# Chartering in Hawaii (Kauai)



## TSOJOURNER (Dec 16, 1999)

Hello all. My wife(to be ) and I are going to Hawaii (island of Kauai) for our honeymoon in October. We cannot seem to find a marina where we can rent a sailboat. We are looking for something at least 15ft. no longer than 25ft. I have keelboat certification with some additonal skippering experience. Does anybody have any advice or knowledge of where I might look in Kauai for rentals? We even thought of crewing for someone for a day sail if we could arrange it. Thanks to anyone with information. Happy sailing everyone! Bob in Pittsburgh.


----------



## TSOJOURNER (Dec 16, 1999)

I have done three crewed charters in Hawaii. You will not find any bareboats on any of the islands with the possible exception of Oahu. The sailing is quite chalenging in the islands.

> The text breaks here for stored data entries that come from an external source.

"""Connections to the database: SQLite made durable, and the errors of any driver in our words."""

from __future__ import annotations

import sqlite3
import time
from collections.abc import Iterator
from contextlib import contextmanager
from pathlib import Path
from typing import Any

import sqlalchemy as sql
from sqlalchemy.engine import Connection

from service.run import StoreError, StoreFullError

_BEGIN = "BEGIN IMMEDIATE"
_PATIENCE = 10.0
"""Seconds for which a connection waits for the lock of another one."""


def open_database(url: str) -> sql.Engine:
    """The connections to a database; the directory of an SQLite file is made, readable by its owner only.

    Raises StoreError where the directory cannot be made.
    """
    if not url.startswith("sqlite"):
        return sql.create_engine(url, pool_pre_ping=True)
    if path := sql.make_url(url).database:
        try:
            Path(path).parent.mkdir(mode=0o700, parents=True, exist_ok=True)
        except OSError as error:
            raise StoreError(f"the directory {Path(path).parent} cannot be made: {error.strerror}") from error
    engine = sql.create_engine(url, connect_args={"check_same_thread": False, "timeout": _PATIENCE}, paramstyle="named")

    @sql.event.listens_for(engine, "connect")
    def _configure(connection: Any, _: Any) -> None:
        connection.isolation_level = None  # the driver must not begin transactions behind our back
        _write_ahead(connection)
        connection.execute("PRAGMA synchronous = FULL")
        connection.execute("PRAGMA foreign_keys = ON")

    @sql.event.listens_for(engine, "begin")
    def _begin(connection: Connection) -> None:
        # Take the write lock first: a read lock that turns into one fails where two do it at once.
        if not connection.get_execution_options().get("reads_only"):
            connection.exec_driver_sql(_BEGIN)

    return engine


def _write_ahead(connection: sqlite3.Connection) -> None:
    """Keep a write-ahead log; only this switch does not wait by itself for another connection that makes it too."""
    last = time.monotonic() + _PATIENCE
    while True:
        try:
            connection.execute("PRAGMA journal_mode = WAL")
            return
        except sqlite3.OperationalError:
            if time.monotonic() > last:
                raise
            time.sleep(0.01)


def text_of(engine: sql.Engine, statement: sql.Executable, *columns: str) -> str:
    """A statement as the driver takes it, parameters by name; `columns` are what an insert or update sets."""
    assert isinstance(statement, sql.ClauseElement)
    return str(statement.compile(dialect=engine.dialect, column_keys=columns or None))


@contextmanager
def bare_cursor(engine: sql.Engine) -> Iterator[Any]:
    """A cursor of the driver in a transaction that is on disk when the block is left.

    For what every run waits for: SQLAlchemy needs three times as long to pass a statement on as SQLite to carry it out.
    """
    connection = engine.raw_connection()
    try:
        cursor = connection.cursor()
        if engine.dialect.name == "sqlite":
            cursor.execute(_BEGIN)
        yield cursor
        connection.commit()
    except engine.dialect.loaded_dbapi.Error as error:
        raise sql.exc.DBAPIError.instance(None, None, error, engine.dialect.loaded_dbapi.Error) from error
    finally:
        connection.close()  # rolls back what is not committed


@contextmanager
def translated() -> Iterator[None]:
    """Turn what the database driver raises into the errors of `service.run`."""
    try:
        yield
    except sql.exc.IntegrityError:
        raise
    except sql.exc.DBAPIError as error:
        full = getattr(error.orig, "sqlite_errorcode", None) == sqlite3.SQLITE_FULL
        full = full or getattr(error.orig, "sqlstate", None) == "53100"  # PostgreSQL: disk_full
        raise (StoreFullError if full else StoreError)(str(error.orig)) from error
    except sql.exc.TimeoutError as error:
        raise StoreError("all connections are in use") from error
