"""Every part of a result that is a list has a table, in all formats, and its page says where."""

import csv
import io
import json
from typing import get_args

import numpy as np
import pytest

from service.routes.tables import Part
from web.media_types import PARTS as NAMES
from web.pages.result import result_page
from web.render import render
from web.tables import FILE_FORMATS, PARTS, TableError, part_table, table

STRETCHES = [
    {"of": "u", "arc": "", "from": 0.0, "from_error": None, "to": 1.25, "to_error": 1e-6, "course": "singular"},
    {
        "of": "u",
        "arc": "",
        "from": 1.25,
        "from_error": 1e-6,
        "to": 3.0,
        "to_error": None,
        "course": "at its upper limit",
    },
]
BRANCH = {
    "constant": "d",
    "unit": "mm",
    "points": [{"at": 50, "value": 1.2, "leg": 0}, {"at": 78, "value": 1.4, "leg": 1}],
    "folds": [{"at": 79.5, "value": 1.3, "leg": 0}],
    "end": "The value asked for is reached.",
    "error": 1e-8,
}
FIT = {"parameters": {"b": {"value": 238.9, "sigma": 2.7, "unit": "mm"}}}


@pytest.fixture
def whole(hose):
    """A result with something of every part but a sweep, which has tests of its own."""
    extremal = {name: hose[name] for name in ("verdict", "value", "value_error", "checks", "curve")}
    length = {"l": {"value": 4.2, "unit": "m"}}
    others = [{**extremal, "parameters": length, "starts": ["default guess", "y with 1 half wave up"]}]
    return {**hose, "stretches": STRETCHES, "continuation": BRANCH, "extremals": others, "observations": FIT}


def _csv(made):
    heading, *rows = csv.reader(io.StringIO(FILE_FORMATS["csv"].write(made).decode()))
    return heading, rows


def test_one_list_of_names():
    assert get_args(Part) == NAMES == tuple(PARTS)


@pytest.mark.parametrize("part", [part for part in PARTS if part != "sweep"])
@pytest.mark.parametrize("suffix", FILE_FORMATS)
def test_every_part_can_be_had_in_every_format(whole, part, suffix):
    made = part_table(whole, part)
    body = FILE_FORMATS[suffix].write(made)
    if suffix == "json":
        rows = np.array(json.loads(body)["rows"], dtype=float)
    elif suffix == "npz":
        rows = np.load(io.BytesIO(body))["rows"]
    else:
        return
    np.testing.assert_array_equal(rows, made.rows)


@pytest.mark.parametrize(
    ("part", "heading", "first"),
    [
        (
            "stretches",
            ["of", "arc", "course", "from [m]", "from_error [m]", "to [m]", "to_error [m]"],
            ["u", "", "singular", "0.0", "", "1.25", "1e-06"],
        ),
        ("continuation", ["kind", "d [mm]", "value [m^2]", "leg"], ["point", "50.0", "1.2", "0.0"]),
        ("fit", ["parameter", "unit", "value", "sigma"], ["b", "mm", "238.9", "2.7"]),
    ],
)
def test_texts_come_before_numbers(whole, part, heading, first):
    found, rows = _csv(part_table(whole, part))
    assert (found, rows[0]) == (heading, first)


def test_folds_lie_between_the_legs_that_they_join(whole):
    _, rows = _csv(part_table(whole, "continuation"))
    assert [row[0] for row in rows] == ["point", "fold", "point"]


def test_prices_and_slopes_have_the_unit_of_each_row(whole):
    (price,) = whole["multipliers"]["prices"]
    heading, (row,) = _csv(part_table(whole, "prices"))
    assert heading == ["condition", "pointer", "unit", "price"]
    assert row == [price["condition"], "/constraints/0", "m", repr(price["price"])]
    _, rows = _csv(part_table(whole, "slopes"))
    assert [row[:2] for row in rows] == [["l", "m"], ["w", "m^2"]]
    assert rows[1][3:] == ["", ""]  # no tolerance


def test_extremals_have_their_parameters_and_starts(whole):
    heading, (row,) = _csv(part_table(whole, "extremals"))
    assert heading[-1] == "l [m]" and row[-1] == "4.2"
    assert row[:2] == ["local minimum", "default guess; y with 1 half wave up"]


def test_costates_are_at_the_nodes_of_the_curve(whole):
    made = part_table(whole, "costates")
    assert made.headings == ("x [m]", "y [m]")
    assert set(whole["curve"]["arcs"][0]["breaks"]) <= set(made.rows[:, 0])
    assert len(made.rows) == len(table(whole).rows)


def test_what_a_result_has_not_is_said(hose):
    with pytest.raises(TableError, match="no stretches"):
        part_table(hose, "stretches")


def test_the_page_says_where_the_files_are(whole):
    whole.pop("observations")
    text = render(result_page(whole, base_url="http://bench.example/"))
    for part in set(PARTS) - {"sweep", "fit"}:
        assert f"/api/v1/runs/hose-0001/{part}.csv" in text
    assert "/api/v1/runs/hose-0001/table.csv?extremal=1" in text
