"""What documents, figures and tables need: a server loads it once it has answered for a moment, so it is ready sooner.

A request that needs it earlier loads it, and waits so long.
"""

from __future__ import annotations

import gc
from importlib import import_module
from threading import Timer

MODULES = ("service.reading", "web.pages.result", "web.tables")
SECONDS = 1.0
"""After the start; at once it would be in the way of the first answers."""


def load() -> None:
    """Begin to load in a while, and do not wait."""
    timer = Timer(SECONDS, _load)
    timer.daemon = True
    timer.start()


def _load() -> None:
    for name in MODULES:
        import_module(name)
    gc.freeze()  # what is loaded now stays: the collector shall not look through it in the middle of an answer
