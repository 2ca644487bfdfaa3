"""Brings waiting runs to the engine and their outcomes to the store.

    Dispatcher(store, settings, engine)   start()  close()  capacity()
    submit(run, document) -> Run  cancel(id) -> Run | None  delete(id) -> bool    block for a commit: call in a thread
    await wait(id, seconds) -> Run | None  async for event in follow(id, after)   for the event loop
    await understand(document) -> bytes | None                                    the reading, in a worker

The store is the truth.  The dispatcher holds leases on the runs that it solves and renews them; what it held in an
earlier life waits again at `start`.  An outcome that cannot be written waits in memory until the disk has room.
"""

from __future__ import annotations

import asyncio
import logging
import threading
import time
from collections import deque
from collections.abc import AsyncIterator, Callable
from dataclasses import replace
from functools import partial
from typing import Any

from service.engine.inquiry import Inquiries, answer
from service.engine.records import Capacity, Ending, Engine, Job, Outcome
from service.owner import Owner
from service.progress import Event, Progress
from service.run import Figures, Run, State, StoreError
from service.settings import Settings
from service.store import Store
from service.workers import workers

_log = logging.getLogger(__name__)

_LOOK_SECONDS = 1.0  # between looks for expired leases, unwritten outcomes and room in the engine

Write = Callable[[], Run | None]
"""Writes an outcome; the run after it, or None where it was not this attempt's to change."""


class Dispatcher:
    """The link between store and engine; with `engine`, what `workers` made is taken over and closed in the end."""

    def __init__(self, store: Store, settings: Settings, engine: Engine | None = None) -> None:
        self._store = store
        self._settings = settings
        self._progress = Progress()
        self._engine = engine or workers(settings)
        self._inquiries = Inquiries("service.understanding:understand", memory=settings.memory_mb * 2**20)
        self._feeding = threading.RLock()
        self._backlog = True  # runs may be waiting in the store
        self._held: dict[str, Run] = {}  # what the engine has
        self._just_ended: deque[Run] = deque(maxlen=64)  # spares those who wait for them a look into the store
        self._unwritten: dict[tuple[str, int], tuple[Run, Write]] = {}
        self._closing = threading.Event()
        self._owner: Owner | None = None
        self._keeper = threading.Thread(target=self._keep, name="dispatch", daemon=True)

    # For the server

    def start(self) -> None:
        """Take back what an earlier life left, and begin to solve.  Raises DirectoryInUseError, StoreError."""
        self._owner = Owner(self._settings.data)
        self._store.take_back(self._owner.name)
        self._engine.start(self)
        self._keeper.start()

    def close(self) -> None:
        """Stop all; runs in the middle wait for the next start."""
        if self._closing.is_set():
            return
        self._closing.set()
        self._inquiries.close()
        self._engine.close()
        if self._keeper.ident is not None:
            self._keeper.join()
        self._write_again()
        if self._owner is not None:
            self._owner.release()

    def capacity(self) -> Capacity:
        """Slots, free slots, living workers."""
        return self._engine.capacity()

    # For the routes

    def submit(self, run: Run, document: str, assembled: bytes = b"") -> Run:
        """Accept a run for good; the run that came earlier with the same idempotency key, where there is one.

        `assembled` is what the worker would make of the document, packed: it spares that where a slot is free.
        Raises IdempotencyError, QueueFullError, StoreError.
        """
        with self._feeding:
            if self._owner is not None and not self._backlog and self._room():
                lease = time.time() + self._settings.lease_seconds
                claimed = replace(run, state=State.SOLVING, attempt=1, owner=self._owner.name, lease=lease)
                return self._begin(claimed, document, assembled)
            accepted = self._store.accept(run, document, queue=self._settings.queue)
            if accepted.id == run.id:
                self._progress.publish(run.id, {"kind": "state", "state": State.WAITING.value})
            self._backlog = True
        self._feed()
        return accepted

    def cancel(self, id: str) -> Run | None:
        """Ask a run to stop; one that waits stops at once.  None where there is no such run.  Raises StoreError."""
        run = self._store.ask_cancel(id)
        if run is not None:
            if run.state is State.SOLVING:
                self._engine.cancel(id)
            elif run.state is State.STOPPED:
                self._end(id, State.STOPPED)
        return run

    def delete(self, id: str) -> bool:
        """Forget a run with its result; one in the middle is stopped.  False where unknown.  Raises StoreError."""
        known = self._store.delete(id)
        if known:
            self._engine.cancel(id)
            self._end(id, State.STOPPED)
        return known

    async def wait(self, id: str, seconds: float) -> Run | None:
        """The run when it has ended, or as it is after so many seconds; None where there is no such run."""
        if id not in self._held:  # else it is known and has not ended: no need to ask
            run = await asyncio.to_thread(self._store.get, id)
            if run is None or run.state.ended:
                return run
        await self._progress.ended(id, seconds)
        ended = next((run for run in tuple(self._just_ended) if run.id == id), None)
        return ended or await asyncio.to_thread(self._store.get, id)

    async def follow(self, id: str, after: str | None = None) -> AsyncIterator[Event]:
        """The events of a run after the one with the id `after`, until its end.  Nothing where there is no such run."""
        run = await asyncio.to_thread(self._store.get, id)
        if run is not None and run.state.ended:
            self._end(id, run.state)  # where nobody has told it here: solved by another server or in an earlier life
        if run is None:
            return
        async for event in self._progress.follow(id, after):
            if event is not None:
                yield event
                continue
            run = await asyncio.to_thread(self._store.get, id)
            if run is None or run.state.ended:
                self._end(id, State.STOPPED if run is None else run.state)

    async def understand(self, document: bytes) -> bytes | None:
        """The reading of a valid document with its necessary conditions, as JSON text; None where it takes too long."""
        seconds = self._settings.understand_seconds
        return answer(await self._inquiries.ask({"seconds": seconds / 2}, document, seconds))

    # For the engine

    def progress(self, job: Job, event: dict[str, Any]) -> None:
        """Pass a sign of life on."""
        self._progress.publish(job.id, event)

    def ended(self, job: Job, outcome: Outcome) -> None:
        """Write what came of an attempt, and bring the next one."""
        with self._feeding:
            run = self._held.pop(job.id, None)
        if run is None:  # it could not be kept
            self._feed()
            return
        if outcome.ending in (Ending.RAISED, Ending.DIED, Ending.UNSTARTED):
            _log.warning("run %s, attempt %d: %s\n%s", run.id, run.attempt, outcome.reason, outcome.detail)
        self._write(run, partial(self._settle, run, outcome))
        if outcome.ending is not Ending.UNSTARTED:  # then the keeper tries again, a little later
            self._feed()

    # Inside

    def _begin(self, run: Run, document: str, assembled: bytes) -> Run:
        """Accept a claimed run.  Its worker starts while the disk is still busy; nobody is told before that is done."""
        if run.key is not None:  # maybe an earlier run is meant: look first
            accepted = self._store.accept(run, document)
            if accepted.id == run.id:
                self._hand_over(run, document, assembled)
            return accepted
        self._hand_over(run, document, assembled)
        try:
            return self._store.accept(run, document)
        except BaseException:
            del self._held[run.id]
            self._engine.cancel(run.id)
            self._end(run.id, State.STOPPED)
            raise

    def _settle(self, run: Run, outcome: Outcome) -> Run | None:
        """Write an outcome; the run as it is then.  Raises StoreError."""
        store, seconds = self._store, outcome.seconds
        match outcome.ending:
            case Ending.ANSWERED:
                figures = Figures(**outcome.head["figures"], seconds=seconds)
                stopped = bool(outcome.head.get("stopped"))
                return store.finish(run, outcome.body, figures, stopped=stopped)
            case Ending.STOPPED:
                return store.stop(run, seconds=seconds)
            case Ending.RAISED:
                reason = f"error in the worker: {outcome.reason}"
                return store.fail(run, reason, seconds=seconds)
            case Ending.LIMIT:
                return store.fail(run, outcome.reason, seconds=seconds)
            case Ending.DIED:
                deaths = run.deaths + 1
                run = replace(run, deaths=deaths, reason=f"its worker died: {outcome.reason}")
                if deaths < self._settings.attempts:
                    return store.give_back(run)
                reason = f"its worker died {deaths} times, the last time by {outcome.reason}"
                return store.fail(run, reason, seconds=seconds)
            case Ending.UNSTARTED | Ending.CLOSED:
                return store.give_back(run)

    def _write(self, run: Run, write: Write) -> None:
        """Write and tell; keep for later what cannot be written now."""
        try:
            after = write()
        except StoreError as error:
            if (run.id, run.attempt) not in self._unwritten:
                _log.error("run %s: its outcome waits in memory: %s", run.id, error)
            self._unwritten[run.id, run.attempt] = run, write
            return
        except Exception:
            _log.exception("run %s: its outcome is unusable", run.id)
            self._unwritten[run.id, run.attempt] = run, partial(self._give_up, run)
            return
        self._unwritten.pop((run.id, run.attempt), None)
        if after is None:
            return
        if after.state is State.WAITING:
            self._backlog = True
            self._progress.publish(run.id, {"kind": "state", "state": after.state.value})
        else:
            self._just_ended.append(after)
            self._end(run.id, after.state)

    def _give_up(self, run: Run) -> Run | None:
        return self._store.fail(run, "internal error: the worker's answer could not be kept")

    def _end(self, id: str, state: State) -> None:
        self._progress.publish(id, {"kind": "end", "state": state.value})

    def _room(self) -> int:
        return 0 if self._closing.is_set() else self._engine.capacity().free

    def _feed(self) -> None:
        """Claim as many runs as there is room for."""
        with self._feeding:
            free = self._room()
            if not self._backlog or not free or self._owner is None:
                return
            self._backlog = False
            try:
                claimed = self._store.claim(self._owner.name, free, self._settings.lease_seconds)
            except StoreError as error:
                self._backlog = True
                _log.error("runs cannot be claimed now: %s", error)
                return
            self._backlog = len(claimed) == free
            for run in claimed:
                try:
                    document = self._store.document(run.id)
                except StoreError:
                    self._write(run, partial(self._settle, run, Outcome(Ending.UNSTARTED)))
                    continue
                if document is not None:  # else it was deleted this moment
                    self._hand_over(run, document)

    def _hand_over(self, run: Run, document: str, assembled: bytes = b"") -> None:
        """Give a claimed run to the engine."""
        if run.cancel_asked:
            self._write(run, partial(self._settle, run, Outcome(Ending.STOPPED)))
            return
        seconds = min(run.time_limit, self._settings.longest_solve)
        self._held[run.id] = run
        self._progress.publish(run.id, {"kind": "state", "state": State.SOLVING.value})
        self._engine.submit(
            Job(
                run.id,
                assembled or document.encode(),
                {"id": run.id, "time_limit": seconds, "assembled": bool(assembled)},
                attempt=run.attempt,
                priority=run.priority,
                created=run.created,
                wall=seconds + self._settings.wall_grace,
                memory=self._settings.memory_mb * 2**20,
            )
        )

    def _keep(self) -> None:
        """The life of the keeper's thread: leases, unwritten outcomes, runs that others left."""
        renewed = time.monotonic()
        while True:
            self._write_again()
            self._backlog = True
            self._feed()
            if time.monotonic() - renewed > self._settings.lease_seconds / 3:
                renewed = time.monotonic()
                self._renew()
            if self._closing.wait(_LOOK_SECONDS):
                return

    def _renew(self) -> None:
        assert self._owner is not None
        try:
            for id in self._store.renew(self._owner.name, self._settings.lease_seconds):
                self._engine.cancel(id)
        except StoreError as error:
            _log.error("leases cannot be renewed now: %s", error)

    def _write_again(self) -> None:
        for run, write in list(self._unwritten.values()):
            self._write(run, write)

If you stay at a resort with a good water sports program you may find a sunfish or cat to rent but only if the resort is in protected waters.


----------



## TSOJOURNER (Dec 16, 1999)

Hi Bob,

As a recently reloacted sailor out here in HAwaii, let me just echo what the last guy said. Beleive it or not, sailing out here in not as big as you would think, at least in terms of bareboat charters. Your best best is to work through your hotel to find a local boat that takes folks out or, as the last post said, try the sunfish. Beleive him, also when he says the waters out here are challenging. You might envision idyllic tropical sailing, but it''s really lumpy seas avg.ing 4-8 feet, winds anywhere from 10 to 30 kts. I recently sailed a 27'' sloop around the south end of O''ahu and it was hard work every step of the way. You are better off paying someone else to do the sailing for you and letting you take the helm in between mai tais. Hope this helps - have fun.


----------



## TSOJOURNER (Dec 16, 1999)

There is a 50'' Gulf Star that sails out of Kawaihai on the Big Island. They do day half day and week long charters. Her name is Maile


----------